SirMaster 6 hours ago

But if there is a policy in place to prevent some sort of modification, then performing an exploit or workaround to make the modification anyways is arguably understood and respected by most people.

That seems to be the difference here, we should really be building AI systems that can be taught or that learn to respect things like that.

If people are claiming that AI is so smart or smarter than the average person then it shouldn't be hard for it to handle this.

Otherwise it seems people are being to generous in talking about how smart and capable AI systems truly are.

bastawhiz 7 hours ago

Non-sentient technology has no concept of good or bad. We have no idea how to give it one. Even if we gave it one, we'd have no idea how to teach it to "choose good".

> In general we trust people that we bring onto our team not to betray us and to respect general rules and policies and practices that benefit everyone. An AI teammate should be no different.

That misses the point completely. How many of your coworkers fail phishing tests? It's not malicious, it's about being deceived.

[-]

SirMaster 6 hours ago

But we do give humans responsibility to govern and manage critical things. We do give intrinsic trust to people. There are people at your company who have high level access and could do bad things, but they don't do it because they know better.

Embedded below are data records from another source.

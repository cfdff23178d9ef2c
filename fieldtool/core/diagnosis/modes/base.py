"""What every fault mode tells the rest of the tool.

A fault mode is one module with one ``FaultMode`` subclass, registered in
``fieldtool.core.diagnosis.modes``: what it applies to (a diode, a capacitor, or a board target
— the drive, the supply, the load), on which boards it can happen, the severities the fault
dictionary tries (its grid, scaled to the board), how it changes the netlist's element values,
and its words for the technician.
"""

from __future__ import annotations

import math
from abc import ABC, abstractmethod
from typing import ClassVar

import numpy as np

from fieldtool.core.circuit.netlist import Circuit, Params
from fieldtool.core.circuit.spec import Profile
from fieldtool.core.circuit.topologies import topology_of
from fieldtool.core.plausible import Range
from fieldtool.core.units import format_si

PART_KINDS = ("diode", "capacitor")
BOARD_TARGETS = ("drive", "supply", "load")
NO_SEVERITY = (math.nan,)  # the grid of a mode without a severity
IDEAL_DIODE_DROP = 0.6  # V, for scaling grids only (common practice, no source)
SHORT_OHMS = 1.0  # a failed-short part reads about an ohm (common practice, no source)
# Shorts from a burnt part (ohms) to a welded one (milliohms), mild to gross, five points
# evenly spaced in log from 10 Ω to 10 mΩ (a factor of about 5.6 apart; common practice, no
# source): each short costs five variants in the fault dictionary.
SHORT_GRID_OHMS = (10.0, 1.78, 0.316, 0.0562, 0.01)
SHORT_MAX_OHMS = 100.0  # above this a part is leaky, not shorted

_EXAMPLES = {"ohms": "47k", "fraction": "0.3", "factor": "3"}

# The plausible severity of each kind (see ``fieldtool.core.plausible``). A series resistance
# above 1 TΩ (what an open diode is modelled as) is an open part. With less than 0.1 % of a
# capacitance, the drive or the supply left, it is gone. A load a thousand times its rating is
# a short across the output. A short is at most SHORT_MAX_OHMS and a leak above it; below
# 0.1 mΩ a short is less than a part's own leads (common practice, no source).
SEVERITY_RANGES = {
    "ohms": Range(1e-3, 1e12, "Ω", "above 1 TΩ in series a part is open: write the mode open"),
    "fraction": Range(
        1e-3,
        1.0,
        "",
        "the fraction left; below 0.001 it is gone: write open, stuck-low or missing",
        high_open=True,
    ),
    "factor": Range(
        1.0,
        1e3,
        "×",
        "a thousand times the rated load is a short across the output",
        low_open=True,
    ),
}
SHORT_RANGE = Range(
    1e-4,
    SHORT_MAX_OHMS,
    "Ω",
    f"above {SHORT_MAX_OHMS:g} Ω a part leaks rather than shorts: use leaky; below 0.1 mΩ is "
    "less than the part's own leads",
)
LEAKY_OHMS = Range(
    SHORT_MAX_OHMS,
    1e18,
    "Ω",
    f"at {SHORT_MAX_OHMS:g} Ω or less a part is shorted: use short; above 1e18 Ω it does not leak",
    low_open=True,
)


class FaultMode(ABC):
    """One catalogued way for a part or the board to fail (see the module docstring)."""

    name: ClassVar[str]  # as written in a fault spec: D5:open
    applies_to: ClassVar[str]  # "diode" | "capacitor" | "drive" | "supply" | "load"
    unit: ClassVar[str | None]  # severity unit: "ohms" | "fraction" | "factor"; None: none
    words: ClassVar[str]  # plain words: "lost capacitance"
    default_severity: ClassVar[float | None] = None  # used when a spec gives none (else needed)

    def unavailable(self, profile: Profile) -> str | None:
        """Why the mode cannot happen on this board, or None when it can (default: always can).

        A mode whose fault would leave every node as healthy (a low supply on a board whose
        supply is 0 V) is unavailable too, so it is never ranked as a hypothesis.
        """
        return None

    def available(self, profile: Profile) -> bool:
        """True when the mode can happen on this board."""
        return self.unavailable(profile) is None

    def grid(self, profile: Profile) -> tuple[float, ...]:
        """Severities the fault dictionary tries on this board, mild to gross."""
        return NO_SEVERITY

    @abstractmethod
    def apply(
        self,
        circuit: Circuit,
        params: Params,
        target: str,
        severity: float | None,
        profile: Profile,
    ) -> None:
        """Change ``params`` (every row, in place) as this fault of ``target`` would."""

    @property
    def example(self) -> str:
        """A severity to show in messages."""
        return _EXAMPLES.get(self.unit or "", "")

    @property
    def severity_range(self) -> Range | None:
        """The severities this mode accepts (None: it takes none); see ``SEVERITY_RANGES``."""
        return SEVERITY_RANGES.get(self.unit or "")

    def severity_problem(self, value: float) -> str | None:
        """Why a severity cannot be used for this mode, or None when it can."""
        limit = self.severity_range
        if limit is None:
            return None
        problem = limit.problem(value)
        return f"{self.name} severity {problem}" if problem else None

    def format_severity(self, value: float) -> str:
        """A severity as a fault spec writes it, to six figures: ``47k`` ohms, ``0.3`` of it
        left, a factor ``3``."""
        return format_si(value, digits=6) if self.unit == "ohms" else f"{value:g}"

    def severity_words(self, severity: float, si: str) -> str:
        """The severity in words: ``(47kΩ)``, ``(30% left)``, ``(×3)``; ``si`` is it in SI."""
        if self.unit == "ohms":
            return f"({si}Ω)"
        if self.unit == "fraction":
            return f"({severity:.0%} left)"
        if self.unit == "factor":
            return f"(×{severity:g})"
        return ""


class ShortMode(FaultMode):
    """A part shorted: a low resistance across it, both ways.

    How low varies from part to part and failure to failure (milliohms for a welded junction
    or a metallised short, ohms for a burnt one), and what the board reads depends on it
    wherever the short is comparable with the source resistances around it; so the dictionary
    tries a range (``SHORT_GRID_OHMS``), marginalised like any other severity. A spec without
    a value (``D5:short``) means a typical short of ``SHORT_OHMS``.
    """

    name = "short"
    unit = "ohms"
    words = "shorted"
    default_severity = SHORT_OHMS
    severity_range = SHORT_RANGE

    def grid(self, profile: Profile) -> tuple[float, ...]:
        """10 Ω down to 10 mΩ, five points (mild to gross; ``SHORT_GRID_OHMS``)."""
        return SHORT_GRID_OHMS

    @staticmethod
    def siemens(severity: float | None) -> float:
        """The short's conductance: 1/``severity``, or 1/``SHORT_OHMS`` when none is given."""
        return 1.0 / (SHORT_OHMS if severity is None else severity)


class DriveStuckMode(FaultMode):
    """The square drive held at one of its levels (``held``: "high" or "low")."""

    applies_to = "drive"
    unit = None
    held: ClassVar[str]

    def unavailable(self, profile: Profile) -> str | None:
        """Square-driven boards only."""
        if not topology_of(profile).ac_drive:
            return None
        return "the drive here is an AC input: try missing or low"

    def apply(
        self,
        circuit: Circuit,
        params: Params,
        target: str,
        severity: float | None,
        profile: Profile,
    ) -> None:
        """Each drive source's other level set to the held one."""
        for i in drive_sources(circuit):
            if self.held == "high":
                params.s_low[:, i] = params.s_high[:, i]
            else:
                params.s_high[:, i] = params.s_low[:, i]


def switching_ohms(profile: Profile) -> float:
    """1/(f·C) of one capacitor: the scale of a pump's per-stage losses (Seeman & Sanders,
    IEEE Trans. Power Electron. 23(2), 2008, slow-switching limit; from memory)."""
    return 1.0 / (profile.frequency_hz * profile.capacitor.farads)


def ideal_output_volts(profile: Profile) -> float:
    """The no-load output of the ideal multiplier (for scaling severity grids)."""
    return topology_of(profile).ideal_output_volts(profile, IDEAL_DIODE_DROP)


def load_ohms_equivalent(profile: Profile) -> float:
    """The load as a resistance: the profile's ohms, or output volts over a constant current."""
    if profile.load_ohms is not None:
        return profile.load_ohms
    amps = profile.load_amps or 0.0
    return abs(ideal_output_volts(profile)) / amps if amps > 0 else 1e9


def drive_sources(circuit: Circuit) -> list[int]:
    """Indices of the drive (or clock) sources."""
    return [i for i, s in enumerate(circuit.sources) if s.kind != "dc"]


def supply_sources(circuit: Circuit) -> list[int]:
    """Indices of the DC supply sources."""
    return [i for i, s in enumerate(circuit.sources) if s.kind == "dc"]


def diode_index(circuit: Circuit, target: str) -> int:
    """Column of a diode by default designator."""
    return circuit.diode_refs.index(target)


def capacitor_index(circuit: Circuit, target: str) -> int:
    """Column of a capacitor by default designator."""
    return circuit.cap_refs.index(target)


def at_most(values: np.ndarray, limit: float) -> np.ndarray:
    """``values`` clipped from above (a copy)."""
    return np.minimum(values, limit)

This article acts like we can never possibly give that sort of trust to AI because it's never really on our side or aligned with our goals. IMO that's a fools errand because you can never really completely secure something and ensure there are no possible exploits.

Honestly it doesn't really seem like AI to me if it can't learn this type of judgement. It doesn't seem like we should be barking up this tree if this is how we have to treat this new tool IMO. Seems too risky.